=== Entries supplied ===
= Beginning of Section =
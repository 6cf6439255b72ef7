#!/usr/bin/env python3
"""Regenerate the example request bundles in ../examples/ (invented hospital and patients).

    python3 fhir-profiles/tools/make_examples.py

All clinical codes come from the confirmed rows of the shared code table. The
evaluation date the examples assume is 2026-11-30.
"""
import json, uuid
from pathlib import Path
OUT = Path(__file__).resolve().parent.parent / 'examples'
MRN_SYS = "https://larkspur-childrens.example.org/fhir/sid/mrn"
BASE = "https://larkspur-childrens.example.org/fhir/"
LOINC, SCT, UCUM = "http://loinc.org", "http://snomed.info/sct", "http://unitsofmeasure.org"
CODES = {
 "ica": ("1994-3", "Calcium.ionized [Moles/volume] in Blood"),
 "tca_mass": ("17861-6", "Calcium [Mass/volume] in Serum or Plasma"),
 "tca_mol": ("2000-8", "Calcium [Moles/volume] in Serum or Plasma"),
 "alb": ("1751-7", "Albumin [Mass/volume] in Serum or Plasma"),
 "wt": ("29463-7", "Body weight"),
 "qtc": ("8636-3", "Q-T interval corrected"),
 "phos": ("2777-1", "Phosphate [Mass/volume] in Serum or Plasma"),
 "mg": ("19123-9", "Magnesium [Mass/volume] in Serum or Plasma"),
 "pth": ("2731-8", "Parathyrin.intact [Mass/volume] in Serum or Plasma"),
 "vitd": ("62292-8", "25-Hydroxyvitamin D2+25-Hydroxyvitamin D3 [Mass/volume] in Serum or Plasma"),
 "alp": ("6768-6", "Alkaline phosphatase [Enzymatic activity/volume] in Serum or Plasma"),
 "creat": ("2160-0", "Creatinine [Mass/volume] in Serum or Plasma"),
 "ht": ("8302-2", "Body height"),
}
TEXT = {"ica": "Ionized calcium (whole blood)", "tca_mass": "Calcium, total", "tca_mol": "Calcium, total",
        "alb": "Albumin", "wt": "Weight", "qtc": "QTc",
        "phos": "Phosphate (as phosphorus)", "mg": "Magnesium", "pth": "Parathyroid hormone, intact",
        "vitd": "25-hydroxyvitamin D, total", "alp": "Alkaline phosphatase", "creat": "Creatinine", "ht": "Height"}
ATC = "http://www.whocc.no/atc"

def u(tag):
    return str(uuid.uuid5(uuid.NAMESPACE_URL, "https://calcium-cds.example.org/examples/" + tag))

def patient(pid, mrn, family, given, gender, birth, extra=None):
    p = {"resourceType": "Patient"}
    if pid: p["id"] = pid
    p.update({
        "identifier": [{"use": "usual", "system": MRN_SYS, "value": mrn}],
        "active": True,
        "name": [{"use": "official", "family": family, "given": given}],
        "gender": gender, "birthDate": birth})
    if extra: p.update(extra)
    return p

def obs(oid, kind, subject_ref, when, issued, value=None, unit=None, status="final", extra=None, quantity=None):
    code, display = CODES[kind]
    o = {"resourceType": "Observation"}
    if oid: o["id"] = oid
    o.update({"status": status,
              "code": {"coding": [{"system": LOINC, "code": code, "display": display}], "text": TEXT[kind]},
              "subject": {"reference": subject_ref},
              "effectiveDateTime": when})
    if issued: o["issued"] = issued
    if quantity is not None:
        o["valueQuantity"] = quantity
    elif value is not None:
        o["valueQuantity"] = {"value": value, "unit": unit, "system": UCUM, "code": unit}
    if extra: o.update(extra)
    return o

def seizure(cid, subject_ref, onset, recorded):
    c = {"resourceType": "Condition"}
    if cid: c["id"] = cid
    c.update({
        "clinicalStatus": {"coding": [{"system": "http://terminology.hl7.org/CodeSystem/condition-clinical", "code": "active"}]},
        "verificationStatus": {"coding": [{"system": "http://terminology.hl7.org/CodeSystem/condition-ver-status", "code": "confirmed"}]},
        "code": {"coding": [{"system": SCT, "code": "91175000", "display": "Seizure"}], "text": "Seizure"},
        "subject": {"reference": subject_ref},
        "onsetDateTime": onset, "recordedDate": recorded})
    return c

def med_request(mid, subject_ref, atc_code, display, text, authored, status="active", intent="order", dosage=None):
    m = {"resourceType": "MedicationRequest"}
    if mid: m["id"] = mid
    m.update({"status": status, "intent": intent,
              "medicationCodeableConcept": {"coding": [{"system": ATC, "code": atc_code, "display": display}], "text": text},
              "subject": {"reference": subject_ref},
              "authoredOn": authored})
    if dosage: m["dosageInstruction"] = dosage
    return m

def urn_bundle(bid, btype, ts, resources, ids=False):
    """resources: list of (tag, resource) -> entries with urn:uuid fullUrls.
    ids=True also gives each resource the tag as its logical id."""
    if ids:
        resources = [(t, {"resourceType": r["resourceType"], "id": t,
                          **{k: v for k, v in r.items() if k != "resourceType"}}) for t, r in resources]
    return {"resourceType": "Bundle", "id": bid, "type": btype, "timestamp": ts,
            "entry": [{"fullUrl": "urn:uuid:" + u(bid + "/" + tag), "resource": r} for tag, r in resources]}

def ref(bid, tag): return "urn:uuid:" + u(bid + "/" + tag)

def write(name, doc):
    (OUT / name).write_text(json.dumps(doc, indent=2, ensure_ascii=False) + "\n", encoding="utf-8")
    print("wrote", name)

OUT.mkdir(parents=True, exist_ok=True)

# 1 ------------------------------------------------------------------
b = "ionized-low-seizure-toddler"; P = ref(b, "patient")
write(b + ".json", urn_bundle(b, "collection", "2026-11-30T08:15:00-05:00", [
  ("patient", patient(None, "LCH-40211873", "Talbridge", ["Wren", "Odette"], "female", "2024-09-12")),
  ("ica", obs(None, "ica", P, "2026-11-30T07:40:00-05:00", "2026-11-30T07:52:00-05:00", 0.82, "mmol/L")),
  ("seizure", seizure(None, P, "2026-11-30T06:55:00-05:00", "2026-11-30T07:10:00-05:00")),
  ("weight", obs(None, "wt", P, "2026-11-30T07:05:00-05:00", None, 12.1, "kg")),
]))

# 2 ------------------------------------------------------------------
b = "total-calcium-low-albumin-child"; pid = "pt-73115"; P = "Patient/" + pid
draw = "2026-11-29T22:30:00-05:00"; res = "2026-11-29T23:10:00-05:00"
def put(r):
    return {"fullUrl": BASE + r["resourceType"] + "/" + r["id"], "resource": r,
            "request": {"method": "PUT", "url": r["resourceType"] + "/" + r["id"]}}
write(b + ".json", {"resourceType": "Bundle", "id": b, "type": "transaction", "timestamp": "2026-11-30T08:15:00-05:00", "entry": [
  put(patient(pid, "LCH-30598142", "Fenwright", ["Tobias"], "male", "2019-03-04",
              {"meta": {"versionId": "3", "lastUpdated": "2026-11-29T21:48:12.411-05:00"}})),
  put(obs("ca-tot-73115-1", "tca_mass", P, draw, res, 7.6, "mg/dL")),
  put(obs("alb-73115-1", "alb", P, draw, res, 2.6, "g/dL")),
  {"fullUrl": "urn:uuid:" + u(b + "/qtc"),
   "resource": obs(None, "qtc", P, "2026-11-29T23:05:00-05:00", None, 468, "ms"),
   "request": {"method": "POST", "url": "Observation"}},
  put(obs("wt-73115-1", "wt", P, "2026-11-29T21:55:00-05:00", None, 22.4, "kg")),
]})

# 3 ------------------------------------------------------------------
b = "total-calcium-si-units"; pid = "pt-58820"; P = "Patient/" + pid
draw = "2026-11-30T05:45:00-05:00"; res = "2026-11-30T06:31:27-05:00"
def hit(r, mode):
    return {"fullUrl": BASE + r["resourceType"] + "/" + r["id"], "resource": r, "search": {"mode": mode}}
write(b + ".json", {"resourceType": "Bundle", "id": b, "type": "searchset", "timestamp": "2026-11-30T08:15:00-05:00", "total": 2,
  "link": [{"relation": "self", "url": BASE + "Observation?patient=" + pid + "&code=http://loinc.org|2000-8,http://loinc.org|1751-7&_include=Observation:patient"}],
  "entry": [
  hit(obs("ca-tot-58820-7", "tca_mol", P, draw, res, 1.95, "mmol/L"), "match"),
  hit(obs("alb-58820-7", "alb", P, draw, res, 31, "g/L"), "match"),
  hit(patient(pid, "LCH-20744619", "Marrowby", ["Ilse"], "female", "2012-06-20"), "include"),
]})

# 4 ------------------------------------------------------------------
b = "normal-calcium-adolescent"; P = ref(b, "patient")
draw = "2026-11-30T07:20:00-05:00"; res = "2026-11-30T07:58:00-05:00"
write(b + ".json", urn_bundle(b, "collection", "2026-11-30T08:15:00-05:00", [
  ("patient", patient(None, "LCH-10388257", "Drayhurst", ["Callum"], "male", "2011-01-15")),
  ("ica", obs(None, "ica", P, draw, "2026-11-30T07:31:00-05:00", 1.24, "mmol/L")),
  ("tca", obs(None, "tca_mass", P, draw, res, 9.6, "mg/dL")),
  ("alb", obs(None, "alb", P, draw, res, 4.3, "g/dL")),
]))

# 5 ------------------------------------------------------------------
b = "neonate-day-two"; P = ref(b, "patient")
write(b + ".json", urn_bundle(b, "collection", "2026-11-30T08:15:00-05:00", [
  ("patient", patient(None, "LCH-90017334", "Ashcombe", ["Baby Girl"], "female", "2026-11-28",
     {"_birthDate": {"extension": [{"url": "http://hl7.org/fhir/StructureDefinition/patient-birthTime",
                                     "valueDateTime": "2026-11-28T14:22:00-05:00"}]}})),
  ("ica", obs(None, "ica", P, "2026-11-30T06:00:00-05:00", "2026-11-30T06:09:00-05:00", 0.95, "mmol/L")),
  ("weight", obs(None, "wt", P, "2026-11-29T20:00:00-05:00", None, 3.18, "kg")),
]))

# 6 ------------------------------------------------------------------
b = "parameters-wrapper-bundle"; P = ref(b, "patient")
inner = urn_bundle(b, "collection", "2026-11-30T08:15:00-05:00", [
  ("patient", patient(None, "LCH-60251180", "Quillfeather", ["Rosalind"], "female", "2020-05-01")),
  ("ica", obs(None, "ica", P, "2026-11-30T06:50:00-05:00", "2026-11-30T07:02:00-05:00", 1.02, "mmol/L")),
])
write("parameters-wrapper.json", {"resourceType": "Parameters", "id": "parameters-wrapper",
  "parameter": [{"name": "bundle", "resource": inner}]})

# 7 ------------------------------------------------------------------
b = "albumin-only"; P = ref(b, "patient")
write(b + ".json", urn_bundle(b, "collection", "2026-11-30T08:15:00-05:00", [
  ("patient", patient(None, "LCH-50962471", "Penhallow", ["Milo"], "male", "2018-08-08")),
  ("alb", obs(None, "alb", P, "2026-11-30T06:10:00-05:00", "2026-11-30T06:55:00-05:00", 3.9, "g/dL")),
]))

# 8 ------------------------------------------------------------------
b = "set-aside-mix"; P = ref(b, "patient")
other = "urn:uuid:" + u(b + "/someone-else")
d1 = "2026-11-30T07:30:00-05:00"; d0 = "2026-11-29T18:05:00-05:00"
write(b + ".json", urn_bundle(b, "collection", "2026-11-30T08:15:00-05:00", [
  ("patient", patient(None, "LCH-70430916", "Vantreese", ["Hollis"], "female", "2017-02-02")),
  ("ica-usable", obs(None, "ica", P, d1, "2026-11-30T07:41:00-05:00", 1.05, "mmol/L")),
  ("tca-preliminary", obs(None, "tca_mass", P, d1, "2026-11-30T07:49:00-05:00", 8.1, "mg/dL", status="preliminary")),
  ("ica-entered-in-error", obs(None, "ica", P, d0, "2026-11-29T18:14:00-05:00", 0.71, "mmol/L", status="entered-in-error")),
  ("tca-data-absent", obs(None, "tca_mass", P, d0, "2026-11-29T18:40:00-05:00", extra={
      "dataAbsentReason": {"coding": [{"system": "http://terminology.hl7.org/CodeSystem/data-absent-reason", "code": "error", "display": "Error"}],
                           "text": "Specimen haemolysed; result withheld by the laboratory"}})),
  ("tca-no-ucum-code", obs(None, "tca_mass", P, d0, "2026-11-29T18:52:00-05:00", quantity={"value": 8.4, "unit": "mg/dl"})),
  ("ica-other-patient", obs(None, "ica", other, d1, "2026-11-30T07:44:00-05:00", 1.18, "mmol/L")),
  ("tca-future", obs(None, "tca_mass", P, "2027-01-10T10:00:00Z", None, 9.2, "mg/dL")),
], ids=True))

# 9 ------------------------------------------------------------------
# Cause work-up: nutritional vitamin D deficiency (low phosphate, high PTH,
# very low 25-OH vitamin D, high alkaline phosphatase, normal magnesium).
b = "workup-vitamin-d-deficiency-toddler"; P = ref(b, "patient")
draw = "2026-11-30T08:00:00-05:00"; chem = "2026-11-30T08:52:00-05:00"; endo = "2026-11-30T09:41:00-05:00"
write(b + ".json", urn_bundle(b, "collection", "2026-11-30T09:45:00-05:00", [
  ("patient", patient(None, "LCH-81427063", "Hollingbrook", ["Jasper"], "male", "2024-10-01")),
  ("ica", obs(None, "ica", P, draw, "2026-11-30T08:09:00-05:00", 0.98, "mmol/L")),
  ("phosphate", obs(None, "phos", P, draw, chem, 2.9, "mg/dL")),
  ("magnesium", obs(None, "mg", P, draw, chem, 2.0, "mg/dL")),
  ("alp", obs(None, "alp", P, draw, chem, 890, "U/L")),
  ("pth", obs(None, "pth", P, draw, endo, 180, "pg/mL")),
  ("vitamin-d", obs(None, "vitd", P, draw, endo, 6, "ng/mL")),
  ("weight", obs(None, "wt", P, draw, None, 11.8, "kg")),
  ("height", obs(None, "ht", P, draw, None, 84, "cm")),
]))

# 10 -----------------------------------------------------------------
# Cause work-up: hypomagnesemia while on a loop diuretic (normal phosphate,
# normal creatinine for height).
b = "workup-hypomagnesemia-furosemide"; P = ref(b, "patient")
draw = "2026-11-30T06:30:00-05:00"; chem = "2026-11-30T07:24:00-05:00"
write(b + ".json", urn_bundle(b, "collection", "2026-11-30T08:15:00-05:00", [
  ("patient", patient(None, "LCH-62095318", "Castellow", ["Elowen"], "female", "2015-04-10")),
  ("ica", obs(None, "ica", P, draw, "2026-11-30T06:41:00-05:00", 0.92, "mmol/L")),
  ("magnesium", obs(None, "mg", P, draw, chem, 0.9, "mg/dL")),
  ("phosphate", obs(None, "phos", P, draw, chem, 4.6, "mg/dL")),
  ("creatinine", obs(None, "creat", P, draw, chem, 0.45, "mg/dL")),
  ("height", obs(None, "ht", P, "2026-11-25T09:10:00-05:00", None, 138, "cm")),
  ("furosemide", med_request(None, P, "C03CA01", "furosemide", "Furosemide 1 mg/kg IV twice daily",
                             "2026-11-25T11:20:00-05:00", dosage=[{"text": "1 mg/kg IV every 12 hours"}])),
]))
= End of Section =
=== To do ===
All lines of the entries above where "family" turns up should be reported.

=== Response area ===
def patient(pid, mrn, family, given, gender, birth, extra=None):
        "name": [{"use": "official", "family": family, "given": given}],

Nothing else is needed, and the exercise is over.